GOAL OF THE EXERCISE:
Output range, inclusive: from the line containing "const meta = await" to the line containing "row describes it.". Restate those lines from the data below word for word and only those.

*** Opening of RECORDS SUPPLIED ***

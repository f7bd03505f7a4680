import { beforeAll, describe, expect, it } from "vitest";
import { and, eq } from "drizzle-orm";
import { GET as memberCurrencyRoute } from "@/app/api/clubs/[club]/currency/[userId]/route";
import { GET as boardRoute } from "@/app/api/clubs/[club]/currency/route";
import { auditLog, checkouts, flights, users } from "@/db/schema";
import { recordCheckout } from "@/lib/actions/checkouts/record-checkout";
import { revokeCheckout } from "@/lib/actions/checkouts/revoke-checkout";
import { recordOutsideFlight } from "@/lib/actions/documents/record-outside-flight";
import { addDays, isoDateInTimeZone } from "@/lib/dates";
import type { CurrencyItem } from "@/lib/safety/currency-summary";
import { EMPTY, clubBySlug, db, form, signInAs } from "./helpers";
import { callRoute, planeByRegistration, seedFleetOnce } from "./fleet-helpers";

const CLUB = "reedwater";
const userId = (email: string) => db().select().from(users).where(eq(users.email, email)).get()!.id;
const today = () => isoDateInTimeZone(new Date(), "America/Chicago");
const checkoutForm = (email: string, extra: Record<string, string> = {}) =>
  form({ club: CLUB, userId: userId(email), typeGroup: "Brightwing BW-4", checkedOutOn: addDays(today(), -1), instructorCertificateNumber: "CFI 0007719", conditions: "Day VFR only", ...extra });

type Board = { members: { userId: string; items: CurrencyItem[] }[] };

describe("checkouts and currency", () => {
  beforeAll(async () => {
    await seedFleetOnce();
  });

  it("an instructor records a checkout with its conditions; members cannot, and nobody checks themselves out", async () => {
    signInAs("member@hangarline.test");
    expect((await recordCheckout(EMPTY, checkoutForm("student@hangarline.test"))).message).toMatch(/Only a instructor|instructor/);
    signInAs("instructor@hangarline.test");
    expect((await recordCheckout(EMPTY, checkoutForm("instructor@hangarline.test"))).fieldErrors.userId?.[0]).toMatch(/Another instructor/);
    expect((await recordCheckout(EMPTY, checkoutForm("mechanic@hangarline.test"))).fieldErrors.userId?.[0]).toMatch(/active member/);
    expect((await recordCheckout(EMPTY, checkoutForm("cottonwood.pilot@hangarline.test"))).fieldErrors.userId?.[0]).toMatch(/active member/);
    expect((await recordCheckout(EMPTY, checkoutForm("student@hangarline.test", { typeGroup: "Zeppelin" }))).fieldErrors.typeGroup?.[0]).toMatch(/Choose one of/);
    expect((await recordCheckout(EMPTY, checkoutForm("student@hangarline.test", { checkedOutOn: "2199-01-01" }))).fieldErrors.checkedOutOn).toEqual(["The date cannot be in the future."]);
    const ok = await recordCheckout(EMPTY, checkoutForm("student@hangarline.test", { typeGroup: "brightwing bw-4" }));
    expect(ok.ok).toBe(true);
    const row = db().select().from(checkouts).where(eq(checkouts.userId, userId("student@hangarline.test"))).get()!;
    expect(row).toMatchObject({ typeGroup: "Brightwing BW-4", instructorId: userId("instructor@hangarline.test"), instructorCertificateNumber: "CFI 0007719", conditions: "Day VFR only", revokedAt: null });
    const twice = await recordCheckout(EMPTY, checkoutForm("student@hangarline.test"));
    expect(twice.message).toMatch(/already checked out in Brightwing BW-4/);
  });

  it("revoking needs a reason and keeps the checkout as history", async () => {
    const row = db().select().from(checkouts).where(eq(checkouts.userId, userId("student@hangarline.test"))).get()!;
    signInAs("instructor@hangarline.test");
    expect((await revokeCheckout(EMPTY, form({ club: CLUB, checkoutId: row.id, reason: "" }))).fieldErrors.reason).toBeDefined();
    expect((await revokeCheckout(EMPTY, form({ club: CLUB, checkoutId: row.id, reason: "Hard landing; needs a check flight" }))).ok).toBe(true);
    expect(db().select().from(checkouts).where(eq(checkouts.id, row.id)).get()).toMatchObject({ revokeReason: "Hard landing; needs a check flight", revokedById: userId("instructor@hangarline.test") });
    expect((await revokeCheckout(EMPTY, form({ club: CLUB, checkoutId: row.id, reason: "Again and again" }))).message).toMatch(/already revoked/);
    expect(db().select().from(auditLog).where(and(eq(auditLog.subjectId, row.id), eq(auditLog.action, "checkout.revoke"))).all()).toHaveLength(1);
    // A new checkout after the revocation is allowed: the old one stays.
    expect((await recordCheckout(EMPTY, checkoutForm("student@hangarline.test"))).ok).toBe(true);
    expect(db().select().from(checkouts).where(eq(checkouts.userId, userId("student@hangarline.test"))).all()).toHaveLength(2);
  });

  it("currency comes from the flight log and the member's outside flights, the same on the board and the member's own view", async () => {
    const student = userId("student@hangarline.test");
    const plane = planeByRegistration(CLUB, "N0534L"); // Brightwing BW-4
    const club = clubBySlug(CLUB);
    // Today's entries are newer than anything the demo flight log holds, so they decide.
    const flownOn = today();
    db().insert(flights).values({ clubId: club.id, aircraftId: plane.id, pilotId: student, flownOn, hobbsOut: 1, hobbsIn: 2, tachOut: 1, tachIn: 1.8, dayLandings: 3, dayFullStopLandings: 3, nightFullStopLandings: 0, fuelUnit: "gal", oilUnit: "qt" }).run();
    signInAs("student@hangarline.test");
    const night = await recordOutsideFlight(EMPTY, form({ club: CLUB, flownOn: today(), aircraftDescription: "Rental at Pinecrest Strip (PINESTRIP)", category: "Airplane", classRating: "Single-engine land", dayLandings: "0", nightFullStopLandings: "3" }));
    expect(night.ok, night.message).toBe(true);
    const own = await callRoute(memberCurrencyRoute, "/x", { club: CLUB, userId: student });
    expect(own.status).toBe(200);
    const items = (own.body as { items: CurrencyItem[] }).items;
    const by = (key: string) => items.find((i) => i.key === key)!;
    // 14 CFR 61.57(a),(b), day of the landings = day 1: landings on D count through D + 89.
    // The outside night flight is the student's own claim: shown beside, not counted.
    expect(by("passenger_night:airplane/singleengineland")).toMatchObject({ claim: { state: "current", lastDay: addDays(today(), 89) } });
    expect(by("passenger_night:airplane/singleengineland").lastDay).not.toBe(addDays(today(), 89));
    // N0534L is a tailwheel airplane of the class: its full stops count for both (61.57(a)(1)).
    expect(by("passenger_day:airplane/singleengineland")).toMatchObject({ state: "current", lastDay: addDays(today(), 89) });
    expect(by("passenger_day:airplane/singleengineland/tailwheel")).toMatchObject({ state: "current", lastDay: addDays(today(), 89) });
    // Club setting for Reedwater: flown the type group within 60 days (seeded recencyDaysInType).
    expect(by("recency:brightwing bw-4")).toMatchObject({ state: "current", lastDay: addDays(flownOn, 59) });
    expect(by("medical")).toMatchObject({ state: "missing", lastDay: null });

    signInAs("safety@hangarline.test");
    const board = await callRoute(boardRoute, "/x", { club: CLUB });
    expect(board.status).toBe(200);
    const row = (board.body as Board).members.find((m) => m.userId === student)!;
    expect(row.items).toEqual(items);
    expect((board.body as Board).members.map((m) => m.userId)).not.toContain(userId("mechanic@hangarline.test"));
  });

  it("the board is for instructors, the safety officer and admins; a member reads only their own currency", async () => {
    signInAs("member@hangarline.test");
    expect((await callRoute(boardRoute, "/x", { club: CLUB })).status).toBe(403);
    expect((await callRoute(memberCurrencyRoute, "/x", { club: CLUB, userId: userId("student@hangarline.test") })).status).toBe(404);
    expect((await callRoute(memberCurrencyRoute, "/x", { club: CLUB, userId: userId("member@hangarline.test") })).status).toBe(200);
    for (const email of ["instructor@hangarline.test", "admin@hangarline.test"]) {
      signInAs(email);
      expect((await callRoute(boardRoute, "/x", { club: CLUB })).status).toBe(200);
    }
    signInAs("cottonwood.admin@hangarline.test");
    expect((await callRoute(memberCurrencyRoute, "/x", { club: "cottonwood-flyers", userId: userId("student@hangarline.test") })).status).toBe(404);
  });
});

*** Close of RECORDS SUPPLIED ***
*** Opening of RECORDS SUPPLIED ***

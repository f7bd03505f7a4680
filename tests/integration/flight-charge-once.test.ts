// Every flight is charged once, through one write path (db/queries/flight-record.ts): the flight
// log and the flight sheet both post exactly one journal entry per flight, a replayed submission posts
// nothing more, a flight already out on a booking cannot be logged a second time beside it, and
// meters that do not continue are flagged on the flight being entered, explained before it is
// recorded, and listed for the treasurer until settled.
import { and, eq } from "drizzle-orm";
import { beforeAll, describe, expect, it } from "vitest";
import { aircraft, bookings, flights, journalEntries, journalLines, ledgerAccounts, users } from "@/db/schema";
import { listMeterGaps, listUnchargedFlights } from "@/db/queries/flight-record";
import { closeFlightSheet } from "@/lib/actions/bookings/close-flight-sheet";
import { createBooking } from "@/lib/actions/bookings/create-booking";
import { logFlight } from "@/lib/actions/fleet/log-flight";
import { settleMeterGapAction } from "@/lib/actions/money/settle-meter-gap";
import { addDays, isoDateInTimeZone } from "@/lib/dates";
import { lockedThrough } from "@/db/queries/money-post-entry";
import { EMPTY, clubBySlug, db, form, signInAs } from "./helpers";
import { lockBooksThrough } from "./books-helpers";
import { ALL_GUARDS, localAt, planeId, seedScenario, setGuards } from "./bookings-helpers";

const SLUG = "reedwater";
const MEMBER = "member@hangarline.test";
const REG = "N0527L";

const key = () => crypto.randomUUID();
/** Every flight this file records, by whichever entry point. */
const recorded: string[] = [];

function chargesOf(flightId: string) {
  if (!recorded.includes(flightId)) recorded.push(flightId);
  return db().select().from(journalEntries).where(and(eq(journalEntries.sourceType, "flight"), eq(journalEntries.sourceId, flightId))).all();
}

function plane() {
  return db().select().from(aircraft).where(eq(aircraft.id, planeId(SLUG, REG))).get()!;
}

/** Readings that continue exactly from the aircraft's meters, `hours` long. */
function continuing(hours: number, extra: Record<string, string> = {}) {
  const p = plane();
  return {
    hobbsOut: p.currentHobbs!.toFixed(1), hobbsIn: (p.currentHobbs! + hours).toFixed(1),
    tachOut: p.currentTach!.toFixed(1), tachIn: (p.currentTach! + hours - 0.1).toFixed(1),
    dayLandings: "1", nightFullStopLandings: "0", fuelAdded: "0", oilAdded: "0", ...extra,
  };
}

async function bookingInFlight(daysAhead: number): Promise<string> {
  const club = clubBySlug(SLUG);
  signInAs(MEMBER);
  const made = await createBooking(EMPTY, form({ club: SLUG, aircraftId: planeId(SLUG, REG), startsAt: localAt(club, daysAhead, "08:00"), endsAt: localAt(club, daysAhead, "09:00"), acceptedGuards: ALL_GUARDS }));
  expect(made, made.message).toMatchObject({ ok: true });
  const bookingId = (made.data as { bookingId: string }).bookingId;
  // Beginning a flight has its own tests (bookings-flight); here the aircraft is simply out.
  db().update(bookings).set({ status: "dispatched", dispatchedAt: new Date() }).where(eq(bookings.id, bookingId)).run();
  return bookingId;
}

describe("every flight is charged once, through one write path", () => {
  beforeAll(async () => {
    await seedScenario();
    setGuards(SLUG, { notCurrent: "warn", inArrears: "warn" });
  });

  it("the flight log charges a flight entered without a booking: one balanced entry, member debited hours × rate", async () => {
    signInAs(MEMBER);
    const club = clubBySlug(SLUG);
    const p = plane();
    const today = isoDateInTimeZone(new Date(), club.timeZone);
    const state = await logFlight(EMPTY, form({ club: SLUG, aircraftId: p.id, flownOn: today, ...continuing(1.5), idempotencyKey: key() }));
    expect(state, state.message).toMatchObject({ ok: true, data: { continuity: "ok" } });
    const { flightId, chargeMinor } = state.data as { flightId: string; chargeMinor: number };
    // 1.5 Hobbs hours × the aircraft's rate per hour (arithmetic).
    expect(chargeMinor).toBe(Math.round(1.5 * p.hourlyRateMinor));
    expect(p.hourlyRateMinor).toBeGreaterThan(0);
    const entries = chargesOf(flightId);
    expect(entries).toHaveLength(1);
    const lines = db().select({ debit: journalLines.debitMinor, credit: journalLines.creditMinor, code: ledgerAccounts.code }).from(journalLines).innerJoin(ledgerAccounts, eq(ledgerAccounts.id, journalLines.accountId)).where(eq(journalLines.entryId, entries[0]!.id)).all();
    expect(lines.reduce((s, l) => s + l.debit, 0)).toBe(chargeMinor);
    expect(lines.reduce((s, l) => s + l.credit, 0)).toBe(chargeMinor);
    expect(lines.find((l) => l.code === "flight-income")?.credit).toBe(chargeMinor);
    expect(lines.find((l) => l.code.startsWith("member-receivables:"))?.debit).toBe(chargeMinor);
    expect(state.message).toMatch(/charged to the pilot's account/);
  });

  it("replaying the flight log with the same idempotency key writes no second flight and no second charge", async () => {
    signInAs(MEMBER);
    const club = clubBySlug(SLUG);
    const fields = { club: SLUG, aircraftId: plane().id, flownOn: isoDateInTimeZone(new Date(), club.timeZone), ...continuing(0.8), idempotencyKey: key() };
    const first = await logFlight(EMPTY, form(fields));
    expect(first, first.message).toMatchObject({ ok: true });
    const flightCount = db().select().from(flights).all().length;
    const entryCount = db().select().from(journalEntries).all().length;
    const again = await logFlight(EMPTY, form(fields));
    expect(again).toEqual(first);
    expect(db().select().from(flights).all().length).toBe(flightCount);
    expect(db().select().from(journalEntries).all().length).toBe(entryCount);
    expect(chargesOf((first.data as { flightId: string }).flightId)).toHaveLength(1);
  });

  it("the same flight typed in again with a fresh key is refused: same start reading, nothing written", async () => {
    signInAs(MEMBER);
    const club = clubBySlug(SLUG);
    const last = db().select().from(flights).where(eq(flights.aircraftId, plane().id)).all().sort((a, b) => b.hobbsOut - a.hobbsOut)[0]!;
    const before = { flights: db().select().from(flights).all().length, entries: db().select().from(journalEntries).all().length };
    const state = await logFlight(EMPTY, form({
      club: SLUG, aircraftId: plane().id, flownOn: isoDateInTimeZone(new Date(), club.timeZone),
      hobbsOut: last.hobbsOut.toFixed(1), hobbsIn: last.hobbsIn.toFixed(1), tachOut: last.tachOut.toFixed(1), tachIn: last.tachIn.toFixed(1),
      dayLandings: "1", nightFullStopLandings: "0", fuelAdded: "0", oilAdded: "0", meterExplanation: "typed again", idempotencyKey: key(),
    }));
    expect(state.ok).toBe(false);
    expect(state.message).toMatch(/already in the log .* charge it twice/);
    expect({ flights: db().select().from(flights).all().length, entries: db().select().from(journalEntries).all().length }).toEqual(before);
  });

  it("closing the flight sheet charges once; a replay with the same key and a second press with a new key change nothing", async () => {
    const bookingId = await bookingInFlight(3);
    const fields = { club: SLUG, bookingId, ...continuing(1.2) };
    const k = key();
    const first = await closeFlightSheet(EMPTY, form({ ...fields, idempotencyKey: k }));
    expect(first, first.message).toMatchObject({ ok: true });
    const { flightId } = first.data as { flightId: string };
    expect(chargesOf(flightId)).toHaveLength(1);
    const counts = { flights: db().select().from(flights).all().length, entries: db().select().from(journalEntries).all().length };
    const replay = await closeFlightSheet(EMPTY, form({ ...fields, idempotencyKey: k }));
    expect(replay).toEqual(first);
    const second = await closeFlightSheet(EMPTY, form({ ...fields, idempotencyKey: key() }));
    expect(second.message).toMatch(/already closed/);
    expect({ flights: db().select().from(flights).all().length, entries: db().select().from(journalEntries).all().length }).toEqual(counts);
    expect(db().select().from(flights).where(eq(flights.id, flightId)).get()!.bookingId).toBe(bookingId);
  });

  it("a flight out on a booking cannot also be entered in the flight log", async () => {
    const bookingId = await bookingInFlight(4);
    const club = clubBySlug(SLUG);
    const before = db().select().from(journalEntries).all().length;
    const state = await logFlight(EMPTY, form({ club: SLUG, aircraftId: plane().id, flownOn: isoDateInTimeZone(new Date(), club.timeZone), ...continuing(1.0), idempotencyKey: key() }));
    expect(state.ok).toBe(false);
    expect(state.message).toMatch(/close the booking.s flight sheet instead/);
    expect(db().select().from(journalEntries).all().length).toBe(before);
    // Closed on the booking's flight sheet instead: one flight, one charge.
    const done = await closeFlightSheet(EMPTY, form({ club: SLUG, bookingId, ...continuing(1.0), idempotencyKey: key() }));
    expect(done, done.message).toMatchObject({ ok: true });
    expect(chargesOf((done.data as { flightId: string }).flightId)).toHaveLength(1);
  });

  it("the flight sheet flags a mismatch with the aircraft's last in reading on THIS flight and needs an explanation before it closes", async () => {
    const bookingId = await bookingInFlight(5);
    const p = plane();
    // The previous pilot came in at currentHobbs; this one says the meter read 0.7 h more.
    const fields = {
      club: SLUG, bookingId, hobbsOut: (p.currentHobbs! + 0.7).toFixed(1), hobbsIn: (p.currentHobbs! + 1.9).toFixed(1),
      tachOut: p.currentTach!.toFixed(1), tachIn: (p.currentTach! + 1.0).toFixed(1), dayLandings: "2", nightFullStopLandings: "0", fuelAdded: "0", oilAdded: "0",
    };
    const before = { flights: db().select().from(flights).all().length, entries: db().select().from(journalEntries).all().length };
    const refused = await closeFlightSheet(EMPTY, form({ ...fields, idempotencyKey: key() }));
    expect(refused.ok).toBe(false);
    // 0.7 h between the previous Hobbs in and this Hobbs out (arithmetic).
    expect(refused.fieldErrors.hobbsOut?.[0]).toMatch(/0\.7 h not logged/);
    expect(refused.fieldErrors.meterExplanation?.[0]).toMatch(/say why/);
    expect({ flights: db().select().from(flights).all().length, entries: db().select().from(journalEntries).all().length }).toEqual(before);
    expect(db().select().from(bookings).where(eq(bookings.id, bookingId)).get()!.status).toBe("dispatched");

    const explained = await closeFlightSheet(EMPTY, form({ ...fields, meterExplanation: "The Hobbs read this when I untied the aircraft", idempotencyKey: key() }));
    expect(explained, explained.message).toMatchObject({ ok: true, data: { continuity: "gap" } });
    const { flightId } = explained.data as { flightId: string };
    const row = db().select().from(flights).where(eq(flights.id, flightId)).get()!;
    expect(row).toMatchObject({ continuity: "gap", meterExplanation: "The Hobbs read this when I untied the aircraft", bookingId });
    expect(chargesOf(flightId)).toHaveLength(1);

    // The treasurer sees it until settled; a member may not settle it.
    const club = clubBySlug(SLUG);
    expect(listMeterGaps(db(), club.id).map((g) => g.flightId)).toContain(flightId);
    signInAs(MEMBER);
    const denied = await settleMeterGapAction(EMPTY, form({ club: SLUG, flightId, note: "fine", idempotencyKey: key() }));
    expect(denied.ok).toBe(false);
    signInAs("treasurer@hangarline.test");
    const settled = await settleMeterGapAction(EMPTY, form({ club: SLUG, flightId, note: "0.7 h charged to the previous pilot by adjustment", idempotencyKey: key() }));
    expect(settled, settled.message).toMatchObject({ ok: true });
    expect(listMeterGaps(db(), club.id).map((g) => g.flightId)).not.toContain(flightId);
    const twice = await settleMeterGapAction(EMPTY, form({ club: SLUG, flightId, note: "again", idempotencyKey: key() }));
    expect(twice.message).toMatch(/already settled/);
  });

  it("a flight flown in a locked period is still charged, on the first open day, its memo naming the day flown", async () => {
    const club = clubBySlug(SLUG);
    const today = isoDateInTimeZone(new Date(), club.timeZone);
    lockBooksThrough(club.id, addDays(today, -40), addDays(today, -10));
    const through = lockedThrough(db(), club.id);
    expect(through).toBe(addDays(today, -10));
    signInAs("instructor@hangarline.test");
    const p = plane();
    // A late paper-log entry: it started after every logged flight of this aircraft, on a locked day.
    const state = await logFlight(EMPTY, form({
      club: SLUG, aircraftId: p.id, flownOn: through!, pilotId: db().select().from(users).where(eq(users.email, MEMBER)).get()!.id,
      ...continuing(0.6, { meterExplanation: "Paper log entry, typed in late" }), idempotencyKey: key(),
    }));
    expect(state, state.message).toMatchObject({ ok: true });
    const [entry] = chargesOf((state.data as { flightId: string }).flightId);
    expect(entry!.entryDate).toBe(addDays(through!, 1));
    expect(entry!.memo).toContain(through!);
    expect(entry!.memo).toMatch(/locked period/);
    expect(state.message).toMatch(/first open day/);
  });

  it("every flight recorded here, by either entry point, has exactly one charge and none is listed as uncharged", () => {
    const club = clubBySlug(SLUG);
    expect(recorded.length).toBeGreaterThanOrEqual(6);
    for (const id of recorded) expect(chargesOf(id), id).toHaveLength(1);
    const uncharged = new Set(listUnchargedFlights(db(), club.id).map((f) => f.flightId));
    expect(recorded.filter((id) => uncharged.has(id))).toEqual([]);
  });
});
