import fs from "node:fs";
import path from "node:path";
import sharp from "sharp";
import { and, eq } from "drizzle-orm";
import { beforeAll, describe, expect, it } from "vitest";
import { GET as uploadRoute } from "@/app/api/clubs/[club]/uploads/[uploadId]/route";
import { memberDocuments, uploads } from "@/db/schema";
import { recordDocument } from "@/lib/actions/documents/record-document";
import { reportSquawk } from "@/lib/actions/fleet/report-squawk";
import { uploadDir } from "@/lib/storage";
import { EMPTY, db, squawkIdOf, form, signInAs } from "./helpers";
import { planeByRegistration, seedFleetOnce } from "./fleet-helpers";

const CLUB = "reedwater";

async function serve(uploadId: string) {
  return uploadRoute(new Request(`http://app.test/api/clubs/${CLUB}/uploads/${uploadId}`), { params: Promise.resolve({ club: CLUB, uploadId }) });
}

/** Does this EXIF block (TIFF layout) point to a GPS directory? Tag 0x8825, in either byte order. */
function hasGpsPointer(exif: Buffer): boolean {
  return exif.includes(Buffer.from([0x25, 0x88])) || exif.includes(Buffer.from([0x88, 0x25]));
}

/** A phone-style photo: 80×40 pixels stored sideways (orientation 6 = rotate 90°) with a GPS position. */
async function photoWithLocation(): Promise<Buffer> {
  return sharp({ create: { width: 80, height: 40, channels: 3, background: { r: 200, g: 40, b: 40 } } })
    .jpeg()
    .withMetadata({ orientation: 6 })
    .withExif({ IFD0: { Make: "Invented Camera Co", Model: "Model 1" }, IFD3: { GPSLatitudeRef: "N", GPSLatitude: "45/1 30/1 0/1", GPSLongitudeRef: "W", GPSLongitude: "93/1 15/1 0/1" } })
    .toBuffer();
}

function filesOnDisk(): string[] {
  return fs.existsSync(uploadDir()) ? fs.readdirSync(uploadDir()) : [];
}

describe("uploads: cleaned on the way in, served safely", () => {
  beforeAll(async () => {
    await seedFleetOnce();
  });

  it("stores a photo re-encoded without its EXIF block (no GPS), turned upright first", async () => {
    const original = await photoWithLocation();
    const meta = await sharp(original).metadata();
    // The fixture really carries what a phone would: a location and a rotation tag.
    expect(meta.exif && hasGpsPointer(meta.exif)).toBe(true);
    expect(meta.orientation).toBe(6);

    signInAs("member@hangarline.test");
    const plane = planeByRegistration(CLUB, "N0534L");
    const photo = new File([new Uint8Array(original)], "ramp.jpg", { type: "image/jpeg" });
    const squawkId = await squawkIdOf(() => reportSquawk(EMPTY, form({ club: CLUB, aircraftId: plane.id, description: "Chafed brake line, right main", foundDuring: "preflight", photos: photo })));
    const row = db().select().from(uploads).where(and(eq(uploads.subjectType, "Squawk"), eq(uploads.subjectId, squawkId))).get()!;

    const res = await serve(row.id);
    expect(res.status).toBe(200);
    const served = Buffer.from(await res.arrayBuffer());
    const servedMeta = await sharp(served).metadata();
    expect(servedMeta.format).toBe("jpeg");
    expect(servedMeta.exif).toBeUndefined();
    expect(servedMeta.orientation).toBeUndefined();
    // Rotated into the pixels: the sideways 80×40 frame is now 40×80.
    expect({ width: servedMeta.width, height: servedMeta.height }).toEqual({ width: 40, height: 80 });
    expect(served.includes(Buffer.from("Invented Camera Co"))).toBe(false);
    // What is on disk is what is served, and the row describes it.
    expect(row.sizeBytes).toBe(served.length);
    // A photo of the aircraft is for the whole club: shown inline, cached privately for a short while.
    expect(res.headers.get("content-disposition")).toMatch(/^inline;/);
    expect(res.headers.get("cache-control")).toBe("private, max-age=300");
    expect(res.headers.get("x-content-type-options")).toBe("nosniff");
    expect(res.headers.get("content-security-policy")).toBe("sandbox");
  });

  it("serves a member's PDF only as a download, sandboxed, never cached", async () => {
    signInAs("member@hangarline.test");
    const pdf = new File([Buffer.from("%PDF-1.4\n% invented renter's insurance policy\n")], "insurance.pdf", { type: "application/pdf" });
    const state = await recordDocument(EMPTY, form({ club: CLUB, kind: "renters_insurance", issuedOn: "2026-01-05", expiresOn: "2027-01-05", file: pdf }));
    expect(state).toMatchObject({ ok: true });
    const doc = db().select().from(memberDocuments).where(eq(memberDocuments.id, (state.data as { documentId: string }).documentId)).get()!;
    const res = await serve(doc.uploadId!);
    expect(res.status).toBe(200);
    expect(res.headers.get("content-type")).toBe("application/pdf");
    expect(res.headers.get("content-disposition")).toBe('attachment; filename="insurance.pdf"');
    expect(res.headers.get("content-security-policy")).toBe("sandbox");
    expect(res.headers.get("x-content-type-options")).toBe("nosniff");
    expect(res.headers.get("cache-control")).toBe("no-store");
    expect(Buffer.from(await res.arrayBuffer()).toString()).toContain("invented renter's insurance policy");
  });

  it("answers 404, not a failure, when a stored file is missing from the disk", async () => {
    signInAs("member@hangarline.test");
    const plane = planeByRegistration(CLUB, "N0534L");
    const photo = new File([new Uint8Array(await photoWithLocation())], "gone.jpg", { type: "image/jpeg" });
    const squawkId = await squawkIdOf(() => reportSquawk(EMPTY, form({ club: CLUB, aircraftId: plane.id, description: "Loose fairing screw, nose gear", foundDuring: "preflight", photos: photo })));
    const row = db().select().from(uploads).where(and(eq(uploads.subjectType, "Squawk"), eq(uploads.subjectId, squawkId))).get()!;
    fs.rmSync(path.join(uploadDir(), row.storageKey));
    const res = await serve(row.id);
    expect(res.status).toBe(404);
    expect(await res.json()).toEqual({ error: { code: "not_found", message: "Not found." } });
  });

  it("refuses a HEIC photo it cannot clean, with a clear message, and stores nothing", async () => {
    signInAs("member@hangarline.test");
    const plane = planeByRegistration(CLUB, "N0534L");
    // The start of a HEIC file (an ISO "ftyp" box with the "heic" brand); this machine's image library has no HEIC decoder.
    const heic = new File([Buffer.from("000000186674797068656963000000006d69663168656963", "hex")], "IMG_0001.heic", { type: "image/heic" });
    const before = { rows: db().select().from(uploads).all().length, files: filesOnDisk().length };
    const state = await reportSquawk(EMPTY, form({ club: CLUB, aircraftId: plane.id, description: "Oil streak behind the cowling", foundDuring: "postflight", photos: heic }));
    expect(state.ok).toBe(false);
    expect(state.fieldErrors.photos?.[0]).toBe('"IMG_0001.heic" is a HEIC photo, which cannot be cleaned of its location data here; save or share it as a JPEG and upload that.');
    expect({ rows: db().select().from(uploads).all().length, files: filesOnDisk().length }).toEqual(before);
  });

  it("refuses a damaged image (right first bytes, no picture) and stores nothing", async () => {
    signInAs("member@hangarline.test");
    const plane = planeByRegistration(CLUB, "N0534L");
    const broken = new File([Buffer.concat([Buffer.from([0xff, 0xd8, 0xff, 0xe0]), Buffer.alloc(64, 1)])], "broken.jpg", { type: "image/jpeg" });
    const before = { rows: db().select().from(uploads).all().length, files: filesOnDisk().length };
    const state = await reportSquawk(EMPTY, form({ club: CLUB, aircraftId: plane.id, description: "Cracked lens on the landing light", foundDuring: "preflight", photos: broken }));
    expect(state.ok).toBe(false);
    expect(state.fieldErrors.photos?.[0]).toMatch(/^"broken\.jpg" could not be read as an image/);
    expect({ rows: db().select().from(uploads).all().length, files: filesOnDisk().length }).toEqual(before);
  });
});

*** Close of RECORDS SUPPLIED ***

WORKED SOLUTION:
    const meta = await sharp(original).metadata();
    // The fixture really carries what a phone would: a location and a rotation tag.
    expect(meta.exif && hasGpsPointer(meta.exif)).toBe(true);
    expect(meta.orientation).toBe(6);

    signInAs("member@hangarline.test");
    const plane = planeByRegistration(CLUB, "N0534L");
    const photo = new File([new Uint8Array(original)], "ramp.jpg", { type: "image/jpeg" });
    const squawkId = await squawkIdOf(() => reportSquawk(EMPTY, form({ club: CLUB, aircraftId: plane.id, description: "Chafed brake line, right main", foundDuring: "preflight", photos: photo })));
    const row = db().select().from(uploads).where(and(eq(uploads.subjectType, "Squawk"), eq(uploads.subjectId, squawkId))).get()!;

    const res = await serve(row.id);
    expect(res.status).toBe(200);
    const served = Buffer.from(await res.arrayBuffer());
    const servedMeta = await sharp(served).metadata();
    expect(servedMeta.format).toBe("jpeg");
    expect(servedMeta.exif).toBeUndefined();
    expect(servedMeta.orientation).toBeUndefined();
    // Rotated into the pixels: the sideways 80×40 frame is now 40×80.
    expect({ width: servedMeta.width, height: servedMeta.height }).toEqual({ width: 40, height: 80 });
    expect(served.includes(Buffer.from("Invented Camera Co"))).toBe(false);
    // What is on disk is what is served, and the row describes it.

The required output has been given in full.